Components
1. Leader Node
- Role: Manages the entire cluster.
- Responsibilities:
- Receives queries from clients (BI tools, SQL clients, etc.).
- Parses, optimizes, and generates query execution plans.
- Distributes the execution tasks to the compute nodes.
- Aggregates results from compute nodes and returns the final result to the client.
- No Data Storage: The leader node does not store any data; it only coordinates.
2. Compute Nodes
- Role: Store and process the actual data.
- Responsibilities:
- Execute query fragments assigned by the leader node.
- Perform computations in parallel across multiple nodes and slices.
- Return intermediate results to the leader node.
- Storage: Data is stored in columnar format for efficient compression and retrieval.

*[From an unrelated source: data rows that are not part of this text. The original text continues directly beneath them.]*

import { randomUUID } from 'node:crypto';
import { readdirSync } from 'node:fs';
import path from 'node:path';
import { beforeAll, describe, expect, it } from 'vitest';
import { endStandIn } from '@/lib/review/end-stand-in';
import { nameStandIn } from '@/lib/review/name-stand-in';
import { openDraft } from '@/lib/review/open-draft';
import { viewDocket } from '@/lib/review/view-docket';
import { releaseRevision } from '@/lib/production/release-revision';
import { cancelStaffInvitation } from '@/lib/studio/cancel-staff-invitation';
import { inviteToStudio } from '@/lib/studio/invite-to-studio';
import { readLibrary } from '@/lib/studio/read-library';
import { cancelInvitation } from '@/lib/workspaces/cancel-invitation';
import { inviteToWorkspace } from '@/lib/workspaces/invite-to-workspace';
import { acceptInvitation } from '@/lib/workspaces/accept-invitation';
import { removeMember } from '@/lib/workspaces/remove-member';
import { roles, type Role } from '@/lib/workspaces/roles';
import { callRoute } from '@/tests/support/call-route';
import { freshDatabase, type FreshDatabase } from '@/tests/support/database';
import { approved, gateOf, postChecked, raise, readyDraft } from '@/tests/support/factory';
import {
  joinWorkspace,
  makeHouse,
  makePerson,
  tokenOf,
  type House,
  type SignedIn,
} from '@/tests/support/make-house';
import { routes, type Names, type Scope, type Verb } from './route-table';

/**
 * Every verb of the HTTP API against every kind of person, for one's own, another tenant's and missing objects.
 * The API's inventory is the file system's: what is not in the table fails.
 */

const methods = ['GET', 'HEAD', 'OPTIONS', 'POST', 'PUT', 'PATCH', 'DELETE'];
const folder = path.resolve(import.meta.dirname, '../../../app/api/v1');
type Handler = Parameters<typeof callRoute>[0];
const handlers = new Map<string, Record<string, Handler>>();

let database: FreshDatabase;
let house: House;
let other: House;
let own: Names;
let foreign: Names;
let missing: Names;
/** A client of the house who is also a client of the other one. */
let ofBoth: SignedIn;
let removed: SignedIn;
let stranger: SignedIn;

type Cell = { route: string; method: string; scope: Scope; verb: Verb; label: string };
const cells: Cell[] = Object.entries(routes).flatMap(([route, { scope, verbs }]) =>
  Object.entries(verbs).map(([method, verb]) => ({
    route,
    method,
    scope,
    verb,
    label: `${method} ${route}`,
  })),
);
const of = (scope: Scope) => cells.filter((cell) => cell.scope === scope);
const writes = (cell: Cell) => cell.method !== 'GET';

beforeAll(async () => {
  for (const file of readdirSync(folder, { recursive: true, encoding: 'utf8' }).filter((f) =>
    f.endsWith('route.ts'),
  ))
    handlers.set(path.dirname(file), await import(path.join(folder, file)));
  database = await freshDatabase();
  house = await makeHouse(database);
  other = await makeHouse(database);
  own = await furnish(house);
  foreign = await furnish(other);
  const nothing = randomUUID();
  missing = Object.fromEntries(Object.keys(own).map((key) => [key, nothing])) as Names;
  ofBoth = await joinWorkspace(database, await house.enter('lead'), 'approver');
  const { id } = await inviteToWorkspace(await other.enter('lead'), {
    email: ofBoth.person.email,
    role: 'reviewer',
  });
  await acceptInvitation(ofBoth.person, await tokenOf(database, id), {});
  removed = await joinWorkspace(database, await house.enter('lead'), 'approver');
  await removeMember(await house.enter('lead'), removed.person.id);
  stranger = await makePerson(database, 'Stranger');
});

/** One of each thing that a route can name. */
async function furnish(place: House): Promise<Names> {
  const [lead, designer] = [await place.enter('lead'), await place.enter('designer')];
  const atStudio = await place.enterStudio('lead');
  const agreed = await approved(place);
  await releaseRevision(await place.enter('producer'), agreed.revisionId, { note: '' });
  const { templateId, revisionId } = await postChecked(place, { statuses: { draft: 'caution' } });
  const thread = await raise(designer, revisionId, 'Look here.');
  await readyDraft(designer, templateId);
  const draft = await openDraft(designer, templateId);
  // What the worker would have drawn; the bytes are not asked for here.
  await database.query(
    `insert into derivatives (id, workspace_id, mesh_id, kind, recipe_digest, store_key, bytes, sha256, meta)
     select gen_random_uuid(), r.workspace_id, r.mesh_id, kind, case kind when 'sheet' then p.digest else '' end,
            'derivatives/' || gen_random_uuid(), 1, '', '{}'
     from revisions r join recipes p on p.workspace_id = r.workspace_id and p.id = r.recipe_id,
          unnest(array['model', 'picture', 'thumbnail', 'sheet']) kind where r.id = $1`,
    [revisionId],
  );
  const docket = await viewDocket(designer, revisionId);
  const invitation = await inviteToWorkspace(lead, { email: 'taken.back@example.test', role: 'reviewer' });
  await cancelInvitation(lead, invitation.id);
  const staffInvitation = await inviteToStudio(atStudio, {
    email: 'staff.back@example.test',
    role: 'designer',
  });
  await cancelStaffInvitation(atStudio, staffInvitation.id);
  const second = await joinWorkspace(database, lead, 'approver');
  const standIn = await nameStandIn(await place.enter('approver'), {
    standInId: second.person.id,
    fromOn: '2126-01-01',
    untilOn: '2126-01-02',
  });
  await endStandIn(lead, standIn.id);
  return {
    workspace: place.workspace.slug,
    studio: place.studio.slug,
    template: templateId,
    revision: revisionId,
    released: agreed.revisionId,
    upload: draft.upload!.id,
    thread: thread.id,
    finding: docket.findings[0].id,
    gate: (await gateOf(designer, revisionId, 'studio')).id,
    client: place.people.reviewer.person.id,
    staff: place.people.lead.person.id,
    invitation: invitation.id,
    staffInvitation: staffInvitation.id,
    sheet: (await readLibrary(atStudio)).sheets[0].id,
    standIn: standIn.id,
  };
}

type Who = { cookie?: string };
/** `at` is the workspace or studio of the path, `what` holds the objects that it names. */
function call(cell: Cell, who: Who, at: Names, what: Names, headers: Record<string, string> = {}) {
  const { route, method, verb } = cell;
  const params: Record<string, string> = { workspace: at.workspace, studio: at.studio, ...verb.fixed };
  for (const [part, name] of Object.entries(verb.names ?? {})) params[part] = what[name];
  const filled = route.replaceAll(/\[(\w+)\]/g, (_, part: string) => params[part]);
  return callRoute(handlers.get(route)![method], {
    method,
    path: `/api/v1/${filled}`,
    params,
    cookie: who.cookie,
    body: writes(cell) && !verb.form ? (verb.body ?? {}) : undefined,
    form: verb.form,
    headers: { ...(writes(cell) ? { 'idempotency-key': randomUUID() } : {}), ...verb.headers, ...headers },
  });
}

/** What a caller can tell answers apart by, the reference of the request aside. */
async function seen(answer: Response) {
  const { reference, ...body } = (await answer.json()) as Record<string, unknown>;
  expect(reference).toMatch(/^[0-9a-f-]{36}$/);
  return { status: answer.status, headers: [...answer.headers].sort(), body };
}

/** Changes with any row that belongs to a house: a sum of each table that carries a tenant, in one statement. */
async function fingerprint(place: House): Promise<string> {
  fingerprintSql ??= await sumOfTables();
  const { rows } = await database.query<{ sum: string }>(fingerprintSql, [place.studio.id]);
  return rows[0].sum;
}
let fingerprintSql: string | undefined;

async function sumOfTables(): Promise<string> {
  const { rows } = await database.query<{ table: string; column: string }>(
    `select c.relname as "table", a.attname as "column" from pg_attribute a join pg_class c on c.oid = a.attrelid
     where c.relnamespace = 'public'::regnamespace and c.relkind = 'r' and not a.attisdropped
       and a.attname in ('workspace_id', 'studio_id') order by 1, 2`,
  );
  expect(rows.length).toBeGreaterThan(30);
  const sums = rows.map(({ table, column }) => {
    const whose = column === 'studio_id' ? '= $1' : 'in (select id from workspaces where studio_id = $1)';
    return `(select '${table}:' || coalesce(md5(string_agg(t::text, '|' order by t::text)), '') from ${table} t where ${column} ${whose})`;
  });
  return `select concat_ws(E'\\n', ${sums.join(', ')}) as sum`;
}

describe('the inventory', () => {
  it('of routes and their verbs is exactly the table', () => {
    const found = [...handlers].flatMap(([route, handler]) =>
      methods.filter((method) => method in handler).map((method) => `${method} ${route}`),
    );
    expect(found.sort()).toEqual(cells.map((cell) => cell.label).sort());
  });

  it('names each dynamic part of each path', () => {
    for (const { route, verb } of cells) {
      const parts = [...route.matchAll(/\[(\w+)\]/g)].map((match) => match[1]);
      const named = [
        'workspace',
        'studio',
        ...Object.keys(verb.names ?? {}),
        ...Object.keys(verb.fixed ?? {}),
      ];
      expect(parts.filter((part) => !named.includes(part))).toEqual([]);
    }
  });
});

describe.each(of('workspace').map((cell) => [cell.label, cell] as const))('%s', (_label, cell) => {
  it('asks who is not signed in to do so, for whatever they name', async () => {
    const answers = await Promise.all(
      [own, foreign, missing].map(async (names) => seen(await call(cell, {}, names, names))),
    );
    expect(answers.map((answer) => answer.status)).toEqual([401, 401, 401]);
    expect(new Set(answers.map((answer) => JSON.stringify(answer))).size).toBe(1);
  });

  it('lets exactly the roles past that may', async () => {
    const before = await fingerprint(house);
    for (const role of roles.filter((one) => !cell.verb.may.includes(one))) {
      const answer = await call(cell, house.people[role], own, own);
      expect({ role, status: answer.status }).toEqual({ role, status: 403 });
    }
    expect(await fingerprint(house)).toBe(before);
    for (const role of cell.verb.may) {
      const answer = await call(cell, house.people[role], own, own);
      expect({ role, ...(await decided(answer)) }).toEqual({ role, past: true });
    }
  });

  it('shows another tenant’s things as missing ones, to outsiders and to members of both, and changes nothing', async () => {
    const before = [await fingerprint(house), await fingerprint(other)];
    const people: Who[] = [other.people.lead, removed, stranger];
    // A workspace of others, and none.
    for (const who of people) {
      const there = await seen(await call(cell, who, own, own));
      expect(there.status).toBe(404);
      expect(there).toEqual(await seen(await call(cell, who, missing, missing)));
    }
    // One's own workspace in the path, a thing of another tenant or of none in the rest of it.
    if (cell.verb.names)
      for (const who of [...cell.verb.may.map((role) => house.people[role]), ofBoth]) {
        const there = await seen(await call(cell, who, own, foreign));
        expect(there).toEqual(await seen(await call(cell, who, own, missing)));
        expect([403, 404]).toContain(there.status);
        if (who !== ofBoth) expect(there.status).toBe(404);
      }
    expect([await fingerprint(house), await fingerprint(other)]).toEqual(before);
  });

  it('takes no change from another site’s page', async () => {
    if (!writes(cell)) return expect(cell.method).toBe('GET');
    const before = await fingerprint(house);
    const role = cell.verb.may[0];
    const foreignPages: Record<string, string>[] = [
      { origin: 'https://evil.example' },
      { origin: 'null' },
      { 'sec-fetch-site': 'cross-site' },
      { 'sec-fetch-site': 'same-site' },
    ];
    for (const headers of foreignPages) {
      const answer = await call(cell, house.people[role], own, own, headers);
      expect({ headers, status: answer.status }).toEqual({ headers, status: 403 });
    }
    expect(await fingerprint(house)).toBe(before);
  });
});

- Scalability: The number and type of compute nodes determine the cluster’s processing power and storage capacity.
3. Node Slices
- Role: Subdivision of compute nodes to parallelize data processing.
- Details:
- Each compute node is divided into slices, and each slice gets a portion of the node’s memory, CPU, and disk.
- Data is distributed across slices for even processing.
4. Cluster
- A Redshift cluster is a collection of one leader node and one or more compute nodes.

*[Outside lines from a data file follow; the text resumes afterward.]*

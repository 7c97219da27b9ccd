import { z } from 'zod';
import { workspaceRoute } from '@/lib/http/route';
import { changeTemplate } from '@/lib/review/change-template';
import { ChangeTemplateInput } from '@/lib/review/schemas';
import { viewTemplate } from '@/lib/review/view-template';

const params = z.object({ template: z.string() });

export const GET = workspaceRoute({ params }, ({ ctx, params: { template } }) => viewTemplate(ctx, template));

export const PATCH = workspaceRoute(
  { params, body: ChangeTemplateInput },
  ({ ctx, params: { template }, body }) => changeTemplate(ctx, template, body),
);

- Nodes can be scaled up or down to meet workload requirements.
- Clusters can be resized to add more nodes or migrate to different node types.
5. Network Layer
- Nodes communicate using high-speed, secure connections within a Virtual Private Cloud (VPC).
- Redshift integrates with AWS services like S3 and Glue for data loading and transformation.

Data Distribution and Processing
Data Distribution:
Data is distributed across compute nodes and slices based on the distribution style:
- EVEN: Data is spread evenly across all slices.
- KEY: Data is distributed based on the value of a specified column (used to colocate related data).
- ALL: A full copy of the data is stored on every node (useful for small lookup tables).
Massively Parallel Processing (MPP):
Queries are split into smaller tasks and distributed to compute nodes.
Each node processes its portion of the data in parallel, improving query performance.
Columnar Storage:
Data is stored column-by-column instead of row-by-row.
Reduces the amount of data read during queries, which speeds up analytics workloads.
Scalability and Storage
Scalability:
Add or remove compute nodes based on workload.
Use RA3 nodes to separate compute and storage, allowing independent scaling.
Storage:
RA3 nodes offer managed storage, automatically offloading cold data to Amazon S3 while keeping frequently accessed data on faster local storage.
High Availability and Fault Tolerance
Replication:
Data is automatically replicated within the cluster and to Amazon S3 for backup.
Automatic Recovery:
If a node fails, Redshift automatically re-replicates data and replaces the node.
Security
Encryption:
Data is encrypted at rest (using AWS Key Management Service or customer-managed keys) and in transit (using SSL).
Access Control:
Integrates with AWS Identity and Access Management (IAM) for fine-grained access control.
Supports VPC for network isolation.
Amazon Redshift Spectrum
Purpose: Extends Redshift’s architecture to query data directly in S3.
How It Works:
Uses the Redshift cluster for processing and leverages a fleet of Spectrum workers to scan and process S3 data in parallel.
Enables a “data lake” architecture by combining structured data in Redshift with semi-structured/unstructured data in S3.